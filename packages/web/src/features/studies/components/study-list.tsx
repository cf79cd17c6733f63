import { makeStyles, tokens } from '@fluentui/react-components';
import type { StudySummary } from '@steelyard/api/contract/studies';
import { capitalised, counted } from '../../../shared/format/lists';
import { Chip } from '../../../shared/ui/chip';
import { Moment } from '../../../shared/ui/moment';
import { Skeleton, SkeletonItem } from '../../../shared/ui/skeleton';
import { TextLink } from '../../../shared/ui/text-link';

const useStyles = makeStyles({
  list: { display: 'grid', gap: '10px' },
  card: {
    position: 'relative',
    display: 'grid',
    gridTemplateColumns: 'minmax(0, 1fr) auto',
    columnGap: '20px',
    padding: '14px 18px',
    borderRadius: '10px',
    border: `1px solid ${tokens.colorNeutralStroke2}`,
    backgroundColor: tokens.colorNeutralBackground1,
    overflowWrap: 'anywhere',
    '@media (max-width: 640px)': {
      gridTemplateColumns: 'minmax(0, 1fr)',
      padding: '12px 14px',
      rowGap: '8px',
    },
  },
  open: { ':hover': { border: `1px solid ${tokens.colorNeutralStroke1}` } },
  name: { fontSize: '16px', lineHeight: '24px', fontWeight: 700 },
  link: { '::after': { content: '""', position: 'absolute', inset: 0, borderRadius: '10px' } },
  organisation: { color: tokens.colorNeutralForeground2, fontSize: '13px', lineHeight: '18px' },
  question: { marginTop: '6px', maxWidth: '72ch' },
  facts: {
    display: 'flex',
    flexDirection: 'column',
    alignItems: 'flex-end',
    gap: '6px',
    fontSize: '13px',
    lineHeight: '18px',
    color: tokens.colorNeutralForeground2,
    '@media (max-width: 640px)': {
      flexDirection: 'row',
      alignItems: 'center',
      flexWrap: 'wrap',
      columnGap: '12px',
    },
  },
  marks: { display: 'flex', flexWrap: 'wrap', gap: '6px' },
  waiting: { marginTop: '6px', fontSize: '13px', lineHeight: '18px', fontWeight: 700 },
  choice: { color: tokens.colorNeutralForeground1, overflowWrap: 'anywhere' },
  skeleton: { display: 'grid', gap: '10px' },
});

interface StudyListProps {
  studies: StudySummary[];
  hrefOf: (study: StudySummary) => string;
}

export function StudyList({ studies, hrefOf }: StudyListProps) {
  const styles = useStyles();
  return (
    <ul className={styles.list} aria-label="Studies">
      {studies.map((study) => (
        <li key={study.id} className={styles.card}>
          <div>
            <h2 className={styles.name}>
              {study.mayOpen ? (
                <TextLink to={hrefOf(study)} className={styles.link}>
                  {study.name}
                </TextLink>
              ) : (
                study.name
              )}
            </h2>
            <p className={styles.organisation}>{study.organisation}</p>
            <p className={styles.question}>{study.question}</p>
            {!study.mayOpen && (
              <p className={styles.waiting}>
                Nothing has been submitted to you yet; the draft is the team’s own.
              </p>
            )}
          </div>
          <div className={styles.facts}>
            <div className={styles.marks}>
              {study.fictional && <Chip>Fictional</Chip>}
              <Chip>{capitalised(study.role)}</Chip>
            </div>
            <span>{counted(study.options, 'option', 'options')}</span>
            {study.choice && (
              <strong className={styles.choice}>
                Chosen: {study.choice.letter}, {study.choice.name}
              </strong>
            )}
            <span>
              changed <Moment iso={study.changedAt} />
            </span>
          </div>
        </li>
      ))}
    </ul>
  );
}

export function StudyListSkeleton() {
  const styles = useStyles();
  return (
    <Skeleton aria-label="Loading the studies" className={styles.skeleton}>
      <SkeletonItem size={96} />
      <SkeletonItem size={96} />
      <SkeletonItem size={96} />
    </Skeleton>
  );
}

|---|

Look through the material and find each line that includes "fontWeight", then copy it.

-- Result below --
  name: { fontSize: '16px', lineHeight: '24px', fontWeight: 700 },
  waiting: { marginTop: '6px', fontSize: '13px', lineHeight: '18px', fontWeight: 700 },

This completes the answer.